▶ _Exercise goal_: Your job is to set down the stretch of entries that opens with the line containing "const states = said.answers.map((each)" and closes with the line containing "const aside = (await". Keep both end lines, copy each exactly, and add nothing.

Collected data entries:
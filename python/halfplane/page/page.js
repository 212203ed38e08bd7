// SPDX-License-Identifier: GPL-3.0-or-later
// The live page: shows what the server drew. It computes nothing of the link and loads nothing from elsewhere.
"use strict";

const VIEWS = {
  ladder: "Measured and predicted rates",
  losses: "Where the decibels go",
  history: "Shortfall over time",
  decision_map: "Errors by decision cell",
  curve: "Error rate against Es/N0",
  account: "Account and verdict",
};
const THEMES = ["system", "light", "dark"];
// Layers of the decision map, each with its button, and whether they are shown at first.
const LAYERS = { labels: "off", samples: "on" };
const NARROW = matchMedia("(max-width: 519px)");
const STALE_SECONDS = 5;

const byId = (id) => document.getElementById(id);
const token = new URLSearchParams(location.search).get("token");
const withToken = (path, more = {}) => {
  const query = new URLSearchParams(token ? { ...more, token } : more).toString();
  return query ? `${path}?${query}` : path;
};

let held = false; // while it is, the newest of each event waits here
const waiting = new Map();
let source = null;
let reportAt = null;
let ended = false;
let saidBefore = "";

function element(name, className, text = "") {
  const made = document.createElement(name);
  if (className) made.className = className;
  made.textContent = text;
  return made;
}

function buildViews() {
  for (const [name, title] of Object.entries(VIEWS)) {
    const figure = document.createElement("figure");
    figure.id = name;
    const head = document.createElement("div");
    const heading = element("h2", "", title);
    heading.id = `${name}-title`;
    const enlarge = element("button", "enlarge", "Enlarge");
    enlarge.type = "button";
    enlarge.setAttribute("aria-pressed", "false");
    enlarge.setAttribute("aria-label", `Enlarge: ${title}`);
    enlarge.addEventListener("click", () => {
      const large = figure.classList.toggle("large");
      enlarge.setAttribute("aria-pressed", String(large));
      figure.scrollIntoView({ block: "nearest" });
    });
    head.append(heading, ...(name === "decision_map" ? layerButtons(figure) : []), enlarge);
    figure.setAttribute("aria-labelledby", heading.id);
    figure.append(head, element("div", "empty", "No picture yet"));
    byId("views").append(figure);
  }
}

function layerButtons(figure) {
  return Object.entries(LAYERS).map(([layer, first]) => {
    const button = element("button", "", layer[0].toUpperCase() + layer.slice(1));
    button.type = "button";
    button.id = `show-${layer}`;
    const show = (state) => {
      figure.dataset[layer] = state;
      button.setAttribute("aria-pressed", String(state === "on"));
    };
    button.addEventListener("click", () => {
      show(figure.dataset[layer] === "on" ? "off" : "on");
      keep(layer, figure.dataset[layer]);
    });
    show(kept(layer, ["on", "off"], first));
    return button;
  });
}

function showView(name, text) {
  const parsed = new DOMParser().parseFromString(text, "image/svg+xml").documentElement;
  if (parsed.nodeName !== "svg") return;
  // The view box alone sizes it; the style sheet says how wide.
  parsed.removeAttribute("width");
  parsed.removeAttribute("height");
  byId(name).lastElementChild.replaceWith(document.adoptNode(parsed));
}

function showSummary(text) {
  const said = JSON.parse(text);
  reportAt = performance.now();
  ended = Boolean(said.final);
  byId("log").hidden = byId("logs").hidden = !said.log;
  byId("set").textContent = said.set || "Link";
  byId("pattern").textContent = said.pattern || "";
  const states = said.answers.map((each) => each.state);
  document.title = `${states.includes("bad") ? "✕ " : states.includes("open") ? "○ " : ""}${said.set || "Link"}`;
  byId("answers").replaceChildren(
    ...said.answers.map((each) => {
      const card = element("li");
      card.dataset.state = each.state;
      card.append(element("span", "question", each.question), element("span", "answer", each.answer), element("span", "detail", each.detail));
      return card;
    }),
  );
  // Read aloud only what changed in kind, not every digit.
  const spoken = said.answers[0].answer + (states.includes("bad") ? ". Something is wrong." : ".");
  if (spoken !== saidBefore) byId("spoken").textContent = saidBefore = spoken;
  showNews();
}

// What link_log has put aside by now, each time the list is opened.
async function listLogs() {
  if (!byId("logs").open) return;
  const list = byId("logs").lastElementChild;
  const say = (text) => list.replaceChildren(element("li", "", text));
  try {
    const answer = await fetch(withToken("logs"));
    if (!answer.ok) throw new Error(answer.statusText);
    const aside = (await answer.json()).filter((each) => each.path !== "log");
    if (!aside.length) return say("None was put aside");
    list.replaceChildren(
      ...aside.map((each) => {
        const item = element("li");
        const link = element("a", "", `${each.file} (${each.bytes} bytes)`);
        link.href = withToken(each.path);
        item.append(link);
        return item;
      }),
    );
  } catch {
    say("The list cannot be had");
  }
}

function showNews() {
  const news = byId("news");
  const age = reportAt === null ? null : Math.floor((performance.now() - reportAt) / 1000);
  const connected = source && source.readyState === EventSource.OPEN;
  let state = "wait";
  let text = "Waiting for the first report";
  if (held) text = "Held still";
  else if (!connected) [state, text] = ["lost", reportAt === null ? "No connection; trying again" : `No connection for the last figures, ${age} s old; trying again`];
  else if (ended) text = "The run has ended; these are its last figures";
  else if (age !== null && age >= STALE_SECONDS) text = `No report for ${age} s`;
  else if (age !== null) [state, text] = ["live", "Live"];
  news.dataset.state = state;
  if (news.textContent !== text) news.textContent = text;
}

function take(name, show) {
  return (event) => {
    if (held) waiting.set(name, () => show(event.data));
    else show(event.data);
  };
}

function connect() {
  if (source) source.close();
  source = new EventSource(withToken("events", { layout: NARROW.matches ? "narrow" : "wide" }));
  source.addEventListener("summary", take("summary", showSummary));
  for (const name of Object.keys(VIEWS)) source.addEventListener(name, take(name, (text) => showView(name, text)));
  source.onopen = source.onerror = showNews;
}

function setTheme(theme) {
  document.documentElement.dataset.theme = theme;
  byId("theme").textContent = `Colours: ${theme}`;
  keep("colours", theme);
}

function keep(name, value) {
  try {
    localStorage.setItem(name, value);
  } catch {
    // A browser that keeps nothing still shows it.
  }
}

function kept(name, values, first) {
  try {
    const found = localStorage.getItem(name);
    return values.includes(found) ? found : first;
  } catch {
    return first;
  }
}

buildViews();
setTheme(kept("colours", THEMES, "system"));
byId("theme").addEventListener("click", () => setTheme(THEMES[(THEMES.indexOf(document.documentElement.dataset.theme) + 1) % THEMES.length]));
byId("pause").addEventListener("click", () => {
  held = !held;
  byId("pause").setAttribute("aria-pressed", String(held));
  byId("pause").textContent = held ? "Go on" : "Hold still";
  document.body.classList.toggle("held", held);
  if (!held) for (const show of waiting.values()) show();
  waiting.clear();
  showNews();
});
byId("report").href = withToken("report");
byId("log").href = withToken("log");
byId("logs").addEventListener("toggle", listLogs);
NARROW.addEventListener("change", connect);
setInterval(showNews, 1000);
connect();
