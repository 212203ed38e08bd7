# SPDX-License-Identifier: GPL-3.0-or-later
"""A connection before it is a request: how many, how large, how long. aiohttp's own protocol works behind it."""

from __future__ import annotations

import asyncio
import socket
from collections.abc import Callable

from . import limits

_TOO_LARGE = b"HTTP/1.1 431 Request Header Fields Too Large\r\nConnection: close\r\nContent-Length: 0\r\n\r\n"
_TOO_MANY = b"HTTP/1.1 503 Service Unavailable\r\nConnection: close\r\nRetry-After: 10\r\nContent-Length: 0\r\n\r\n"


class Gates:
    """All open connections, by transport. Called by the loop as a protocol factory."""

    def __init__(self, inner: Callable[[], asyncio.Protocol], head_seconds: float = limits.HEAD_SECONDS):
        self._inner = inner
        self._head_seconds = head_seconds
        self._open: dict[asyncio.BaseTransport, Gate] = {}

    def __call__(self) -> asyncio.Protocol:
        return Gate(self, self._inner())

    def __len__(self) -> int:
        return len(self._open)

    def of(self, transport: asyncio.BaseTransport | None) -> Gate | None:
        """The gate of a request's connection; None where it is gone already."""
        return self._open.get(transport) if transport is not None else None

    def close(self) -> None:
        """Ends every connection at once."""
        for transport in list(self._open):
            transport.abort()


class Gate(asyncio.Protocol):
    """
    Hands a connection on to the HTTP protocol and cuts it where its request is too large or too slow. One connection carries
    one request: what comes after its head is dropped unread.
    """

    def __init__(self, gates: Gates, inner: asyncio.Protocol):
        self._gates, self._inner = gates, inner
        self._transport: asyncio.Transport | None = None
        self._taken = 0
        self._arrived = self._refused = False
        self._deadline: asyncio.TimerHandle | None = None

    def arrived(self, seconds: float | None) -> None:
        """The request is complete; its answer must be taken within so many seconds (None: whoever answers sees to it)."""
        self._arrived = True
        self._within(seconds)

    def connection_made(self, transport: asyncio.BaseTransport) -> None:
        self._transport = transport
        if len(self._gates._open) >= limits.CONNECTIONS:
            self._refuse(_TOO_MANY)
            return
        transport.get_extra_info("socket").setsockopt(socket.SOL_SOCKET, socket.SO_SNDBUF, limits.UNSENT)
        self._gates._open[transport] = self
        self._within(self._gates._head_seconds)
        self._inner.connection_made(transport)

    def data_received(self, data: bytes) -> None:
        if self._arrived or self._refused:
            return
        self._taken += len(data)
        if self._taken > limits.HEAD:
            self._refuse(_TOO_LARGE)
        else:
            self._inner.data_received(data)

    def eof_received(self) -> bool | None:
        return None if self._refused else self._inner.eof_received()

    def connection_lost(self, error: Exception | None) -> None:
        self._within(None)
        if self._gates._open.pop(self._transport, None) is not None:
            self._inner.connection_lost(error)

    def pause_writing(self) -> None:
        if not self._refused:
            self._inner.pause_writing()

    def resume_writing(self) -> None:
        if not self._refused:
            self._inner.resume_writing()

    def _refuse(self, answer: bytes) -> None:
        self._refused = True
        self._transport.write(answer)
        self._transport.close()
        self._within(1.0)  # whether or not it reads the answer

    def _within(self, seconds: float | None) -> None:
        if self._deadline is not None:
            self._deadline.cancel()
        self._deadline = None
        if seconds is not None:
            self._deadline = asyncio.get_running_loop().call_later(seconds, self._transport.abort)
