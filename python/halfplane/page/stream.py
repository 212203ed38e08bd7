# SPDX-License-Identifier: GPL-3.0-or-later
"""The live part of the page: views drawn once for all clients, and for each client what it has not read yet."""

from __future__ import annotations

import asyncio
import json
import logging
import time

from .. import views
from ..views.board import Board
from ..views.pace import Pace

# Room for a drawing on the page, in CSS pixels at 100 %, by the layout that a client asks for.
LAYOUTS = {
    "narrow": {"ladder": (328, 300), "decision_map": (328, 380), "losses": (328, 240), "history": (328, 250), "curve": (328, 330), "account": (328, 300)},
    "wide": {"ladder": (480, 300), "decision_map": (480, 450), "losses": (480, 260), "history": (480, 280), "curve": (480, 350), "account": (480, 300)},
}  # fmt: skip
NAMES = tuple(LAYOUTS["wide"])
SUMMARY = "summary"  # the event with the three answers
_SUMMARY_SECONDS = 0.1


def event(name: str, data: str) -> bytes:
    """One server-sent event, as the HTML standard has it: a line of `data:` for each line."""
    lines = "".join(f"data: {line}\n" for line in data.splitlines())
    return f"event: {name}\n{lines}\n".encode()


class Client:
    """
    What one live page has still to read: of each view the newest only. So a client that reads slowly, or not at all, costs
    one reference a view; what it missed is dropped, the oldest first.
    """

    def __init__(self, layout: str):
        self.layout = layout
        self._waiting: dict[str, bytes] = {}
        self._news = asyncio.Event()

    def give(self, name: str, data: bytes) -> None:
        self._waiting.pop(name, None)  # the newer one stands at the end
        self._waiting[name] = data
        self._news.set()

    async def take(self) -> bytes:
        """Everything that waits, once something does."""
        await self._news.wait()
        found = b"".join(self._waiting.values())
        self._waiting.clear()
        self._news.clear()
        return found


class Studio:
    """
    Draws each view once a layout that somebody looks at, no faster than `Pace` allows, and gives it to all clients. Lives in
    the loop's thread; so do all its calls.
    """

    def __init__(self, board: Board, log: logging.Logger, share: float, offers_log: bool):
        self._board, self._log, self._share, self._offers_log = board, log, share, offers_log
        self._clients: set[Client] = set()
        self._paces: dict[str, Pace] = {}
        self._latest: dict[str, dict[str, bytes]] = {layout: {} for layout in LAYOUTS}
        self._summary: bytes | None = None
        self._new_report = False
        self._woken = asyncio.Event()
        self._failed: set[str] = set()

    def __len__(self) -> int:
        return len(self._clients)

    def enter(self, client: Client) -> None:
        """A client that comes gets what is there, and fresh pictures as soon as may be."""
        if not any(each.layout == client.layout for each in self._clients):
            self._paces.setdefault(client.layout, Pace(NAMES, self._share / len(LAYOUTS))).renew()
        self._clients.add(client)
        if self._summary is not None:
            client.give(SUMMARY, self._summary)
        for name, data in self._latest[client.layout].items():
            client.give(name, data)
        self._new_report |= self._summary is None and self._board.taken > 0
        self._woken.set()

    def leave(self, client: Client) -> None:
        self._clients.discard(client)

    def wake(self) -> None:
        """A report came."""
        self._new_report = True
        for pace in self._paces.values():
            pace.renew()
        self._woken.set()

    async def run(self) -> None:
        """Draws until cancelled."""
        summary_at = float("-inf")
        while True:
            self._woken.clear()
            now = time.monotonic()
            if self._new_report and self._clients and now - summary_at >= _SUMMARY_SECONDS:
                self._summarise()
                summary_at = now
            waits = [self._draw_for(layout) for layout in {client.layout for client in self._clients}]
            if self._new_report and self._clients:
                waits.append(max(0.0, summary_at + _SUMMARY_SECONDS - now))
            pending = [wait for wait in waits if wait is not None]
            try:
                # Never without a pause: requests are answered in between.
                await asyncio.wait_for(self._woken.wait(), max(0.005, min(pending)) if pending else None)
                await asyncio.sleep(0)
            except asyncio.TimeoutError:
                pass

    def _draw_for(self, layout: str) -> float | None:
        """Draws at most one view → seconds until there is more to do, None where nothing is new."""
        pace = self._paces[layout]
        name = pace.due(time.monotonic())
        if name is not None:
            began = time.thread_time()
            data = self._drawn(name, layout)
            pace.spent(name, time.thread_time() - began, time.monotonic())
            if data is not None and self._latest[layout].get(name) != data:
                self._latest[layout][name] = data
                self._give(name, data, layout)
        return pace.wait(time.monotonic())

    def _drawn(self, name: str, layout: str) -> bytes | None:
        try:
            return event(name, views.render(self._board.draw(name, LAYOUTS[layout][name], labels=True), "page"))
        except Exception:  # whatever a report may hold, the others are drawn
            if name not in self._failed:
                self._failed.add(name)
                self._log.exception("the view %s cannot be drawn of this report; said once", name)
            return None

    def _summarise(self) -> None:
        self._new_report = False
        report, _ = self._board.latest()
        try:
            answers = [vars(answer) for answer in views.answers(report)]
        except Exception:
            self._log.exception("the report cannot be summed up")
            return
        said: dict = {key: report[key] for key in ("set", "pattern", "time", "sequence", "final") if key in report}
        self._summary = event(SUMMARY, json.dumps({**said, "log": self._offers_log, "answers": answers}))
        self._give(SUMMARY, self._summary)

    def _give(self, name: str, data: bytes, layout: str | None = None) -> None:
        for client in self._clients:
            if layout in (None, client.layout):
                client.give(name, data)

▶ _Your response_:
  const states = said.answers.map((each) => each.state);
  document.title = `${states.includes("bad") ? "✕ " : states.includes("open") ? "○ " : ""}${said.set || "Link"}`;
  byId("answers").replaceChildren(
    ...said.answers.map((each) => {
      const card = element("li");
      card.dataset.state = each.state;
      card.append(element("span", "question", each.question), element("span", "answer", each.answer), element("span", "detail", each.detail));
      return card;
    }),
  );
  // Read aloud only what changed in kind, not every digit.
  const spoken = said.answers[0].answer + (states.includes("bad") ? ". Something is wrong." : ".");
  if (spoken !== saidBefore) byId("spoken").textContent = saidBefore = spoken;
  showNews();
}

// What link_log has put aside by now, each time the list is opened.
async function listLogs() {
  if (!byId("logs").open) return;
  const list = byId("logs").lastElementChild;
  const say = (text) => list.replaceChildren(element("li", "", text));
  try {
    const answer = await fetch(withToken("logs"));
    if (!answer.ok) throw new Error(answer.statusText);
    const aside = (await answer.json()).filter((each) => each.path !== "log");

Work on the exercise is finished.